Review by Shivan Reincarnated

Reviewed: 12/04/06

This game isn't THAT bad

Final Fantasy II was originally released for the NES only for Japan. It was to follow up the game that saved Square from bankruptcy, Final Fantasy. Places outside of Japan were able to play Final Fantasy II first on “Final Fantasy Origins” for the PSX but soon afterwards Final Fantasy II was part of Final Fantasy: Dawn of the Souls for the GBA. At this point, pretty much everyone had access to Final Fantasy II. Unfortunately, Final Fantasy II ultimately ended up getting rather bad reviews and is often seen as one of the worst Final Fantasies. Having played Final Fantasy II, I really don’t think it’s that bad. I can see where the complaints are coming from but I feel they are blown way out of proportion. Final Fantasy II still isn’t a great game and I’d say it’s on the lower end of the Final Fantasy spectrum but it still wasn’t terrible. It’s almost as good as the original actually.

Final Fantasy II does place a much bigger emphasis on storyline and characters than Final Fantasy did. In Final Fantasy, you couldn’t name your characters but in Final Fantasy II you can. The storyline starts off with empire of Palamecia and its ruthless emperor attempting to take over the world. When a rebel army from the town of Fynn rose to challenge the empire, they were crushed and four people found themselves fleeing from this incident. The main character is Firion. Firion reminds me a lot of Cecil from Final Fantasy IV although his character development is lacking. Of course, this was an NES game so it’s quite alright. In addition to Firion, there is Maria who is a young woman looking for her brother Leon. Also joining you is the unique Guy, who is your gentle idiotic giant that can speak to beavers. How many characters can speak beaver? Final Fantasy II was a game of many firsts. To start, the tradition of Cid actually began in this game and not the original Final Fantasy. There was no Cid in the original Final Fantasy although they added a Cid in Dawn of Souls to FF1. Also, chocobos were first introduced in this game. Lastly, many enemies that would become tradition were first introduced in this game. Malboros and Hecteyes come to mind. The storyline to this game was a move in a different direction that would impact future games. There is a fairly high emphasis on story and characters, at least compared to most NES games.

The game play is what seems to be the biggest complaint about this game. Gone is the way of gaining experience from random battle. Gone are the levels of characters. Instead, the development system is implemented. I’ll be honest, the development system sucks. Since you aren’t gaining experience and growing levels through battles, there has to be another way to enhance stats. In the development system, for you to gain HP, you need to lose HP in battle. For you to increase your strength, you need to keep attacking in battle. Casting white magic would raise your sprit while black magic increases intelligence. Increasing magic in general helps to raise both Magic stat and MP. You can see how this isn’t really fun. You really have to take damage to raise stats? Also, this system is very easy to abuse. If you haven’t already guessed, attacking yourselves would really increase the rate at which you gain HP and strength as well as stamina. Skill Mastery is a better part of the game. All spells from Fire to Cure, from Blind to Ultima all start all level 1. The more often you use that magic, the more it will increase your gauge bar and when the gauge bar fills up, that magic level increases. The higher the magic level, the more effective it is obviously. This works with weapons and even shields too. For weapons, the more you use a certain weapon (Sword, staff, spear, knife, axe etc) the more it’s weapon level will increase. A little extra feature is the learning system. Sometimes, important words or phrases will be said to you and highlighted in red. “You then can learn this phrase and ask certain people. Sometimes they’ll know something and give you vital information.
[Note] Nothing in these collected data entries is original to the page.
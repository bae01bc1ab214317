"""Light limitation: Steele's curve, Beer–Lambert attenuation, Secchi depth.

[1] Steele, J.H. (1962) Environmental control of photosynthesis in the sea.
    Limnology and Oceanography 7:137–150.
[2] Di Toro, D.M., O'Connor, D.J. and Thomann, R.V. (1971) A dynamic model of
    the phytoplankton population in the Sacramento–San Joaquin Delta.
    Advances in Chemistry 106:131–180 (depth integral of Steele's curve).
[3] Chapra, S.C. (1997) Surface Water-Quality Modeling. McGraw-Hill, ch. 33.
"""
from __future__ import annotations

import numpy as np


def steele(irradiance, saturation):
    """Steele's photosynthesis–light curve f(I) = (I/Is)·exp(1 − I/Is). [-]

    irradiance and saturation (optimum) irradiance [W/m² PAR] (Steele 1962 [1]).
    """
    x = np.asarray(irradiance) / saturation
    return x * np.exp(1.0 - x)


def attenuation_coefficient(background, specific, chlorophyll):
    """Beer–Lambert attenuation with self-shading, k = k_bg + k_chl·ΣA. [1/m]

    background [1/m], specific [m²/mg chl-a], chlorophyll [µg/L = mg/m³]
    total over the groups (Chapra 1997 [3], ch. 33).
    """
    return background + specific * np.asarray(chlorophyll)


def steele_depth_average(surface_irradiance, saturation, attenuation, depth):
    """Steele's factor averaged over 0..H with I(z) = I0·exp(−k z). [-]

    surface_irradiance I0 and saturation Is [W/m² PAR], attenuation k [1/m],
    depth H [m]. Closed form (Di Toro et al. 1971 [2]; Chapra 1997 [3]):
    (e/(kH))·[exp(−(I0/Is)·exp(−kH)) − exp(−I0/Is)]. Broadcasts.
    """
    a0 = np.asarray(surface_irradiance) / saturation
    kh = np.asarray(attenuation) * depth
    with np.errstate(divide="ignore", invalid="ignore"):
        f = (np.e / kh) * (np.exp(-a0 * np.exp(-kh)) - np.exp(-a0))
    # Without attenuation the factor is the surface value at every depth.
    clear = kh <= 1e-12
    if np.any(clear):
        f = np.where(clear, steele(surface_irradiance, saturation), f)
    return f


def steele_depth_average_mean(surface_irradiance, weights, saturation, attenuation, depth):
    """Weighted mean over Q times of :func:`steele_depth_average`. [-]

    surface_irradiance (Q, ...) [W/m² PAR] at Q times (e.g. quadrature nodes
    over a time step), weights (Q,) [-]; saturation, attenuation [1/m] and
    depth [m] broadcast against each surface_irradiance[q] and do not change
    over the Q times. Same closed form as :func:`steele_depth_average`, with
    the attenuation terms computed once.
    """
    kh = np.asarray(attenuation) * depth
    if np.any(kh <= 1e-12):
        return sum(w * steele_depth_average(i0, saturation, attenuation, depth)
                   for w, i0 in zip(weights, surface_irradiance))
    bottom = np.exp(-kh)
    total = np.zeros(np.broadcast_shapes(np.shape(surface_irradiance[0]), np.shape(saturation), kh.shape))
    for w, i0 in zip(weights, surface_irradiance):
        if not np.any(i0):
            continue            # darkness adds nothing (night hours)
        a0 = i0 / saturation
        total += w * (np.exp(-a0 * bottom) - np.exp(-a0))
    return (np.e / kh) * total


def secchi_depth(attenuation, product=None):
    """Secchi depth from the attenuation coefficient, SD ≈ 1.7 / Kd. [m]

    attenuation [1/m]; product [-] Secchi depth × Kd (default the rule of
    thumb 1.7 in :mod:`assimilation.parameters`, after Poole & Atkins 1929,
    J. Mar. Biol. Assoc. UK 16:297).
    """
    if product is None:
        from assimilation.parameters import SECCHI_ATTENUATION_PRODUCT as product
    return product / np.asarray(attenuation)
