"""The Bloomline filter cycle over the nutrient–phytoplankton model.

One cycle (:func:`assimilate`) takes the last checkpoint, the new QC-passed
readings, the drivers and the spec, and returns the next checkpoint with
diagnostics. Readings are aggregated into windows
(:func:`assimilation.observe.aggregate_windows`); the ensemble is advanced
by the model (:func:`assimilation.integrate.advance`) to the end of each
window in turn and analysed there.

Augmented ensemble (columns of ``Checkpoint.ensemble``, physical units)::

    [model state (n_state, µg/L, basin-major, DEVELOPERS.md),
     mu_max_20_per_d:<group> (G, 1/d),   mortality_20_per_d:<group> (G, 1/d),
     sensor_gain:<k> (n_sensors, -)]

Parameter columns are present when ``FilterConfig.estimate_parameters`` is
true; sensor gains whenever ``n_sensors`` > 0. The analysis works in log
space for every column (concentrations and positive parameters), so all
stay positive. State augmentation for parameters follows Anderson (2001,
Mon. Wea. Rev. 129:2884) and Evensen (2009, Data Assimilation: the Ensemble
Kalman Filter, 2nd ed., Springer, ch. 10); the spread of the parameters is
kept above a floor to avoid collapse (Aksoy et al. 2006, Mon. Wea. Rev.
134:2951). Inflation: multiplicative on the model state (Anderson and
Anderson 1999) and relaxation to prior spread on all columns (Whitaker and
Hamill 2012). Localization: a Gaspari–Cohn taper of the hop distance
between basins along the flow network; parameters are global and not
localized; a sensor gain is localized like the state of the basin the
sensor is in.
"""
from __future__ import annotations

import math
from dataclasses import dataclass, field

import numpy as np

from assimilation import enkf, inflation, localization, observe, transform
from assimilation.checkpoint import Checkpoint
from assimilation.observe import Observations
from assimilation.spec import Drivers, ModelSpec, StateLayout

__all__ = ["FilterConfig", "Checkpoint", "CycleResult", "initial_checkpoint", "assimilate", "split",
           "augmented_names", "PARAMETER_KEYS"]

#: Group parameters estimated by state augmentation (keys of integrate's ``params``).
PARAMETER_KEYS = ("mu_max_20_per_d", "mortality_20_per_d")
GAIN_PREFIX = "sensor_gain"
The soundtrack still retains it’s simple, concise, classic soundtrack that was found in Final Fantasy. While there wasn’t anything overly impressive, there were a couple boss themes that I found to be pretty good. The graphics are a notch up from the original as the enemies have more color and detail. There are also the beginnings of rendered “cut-scenes” in this game. While they are a joke compared to say, Final Fantasy X, they were impressive during the NES era. Well, to the Japanese anyway. This game can be very difficult or it can de mildly challenging depending on how you raise your stats. It’s very smart to take a lot of time to raise your stats at the beginning or even use the cheap method because this game does prove to be a bit challenging despite a broken battle system. Overall, I liked this game. I can say I understand the complaints of this game with the battle system. But to deserve a score of 2 or 3? I don’t think so. Final Fantasy II still proves to be an important member of the Final Fantasy series.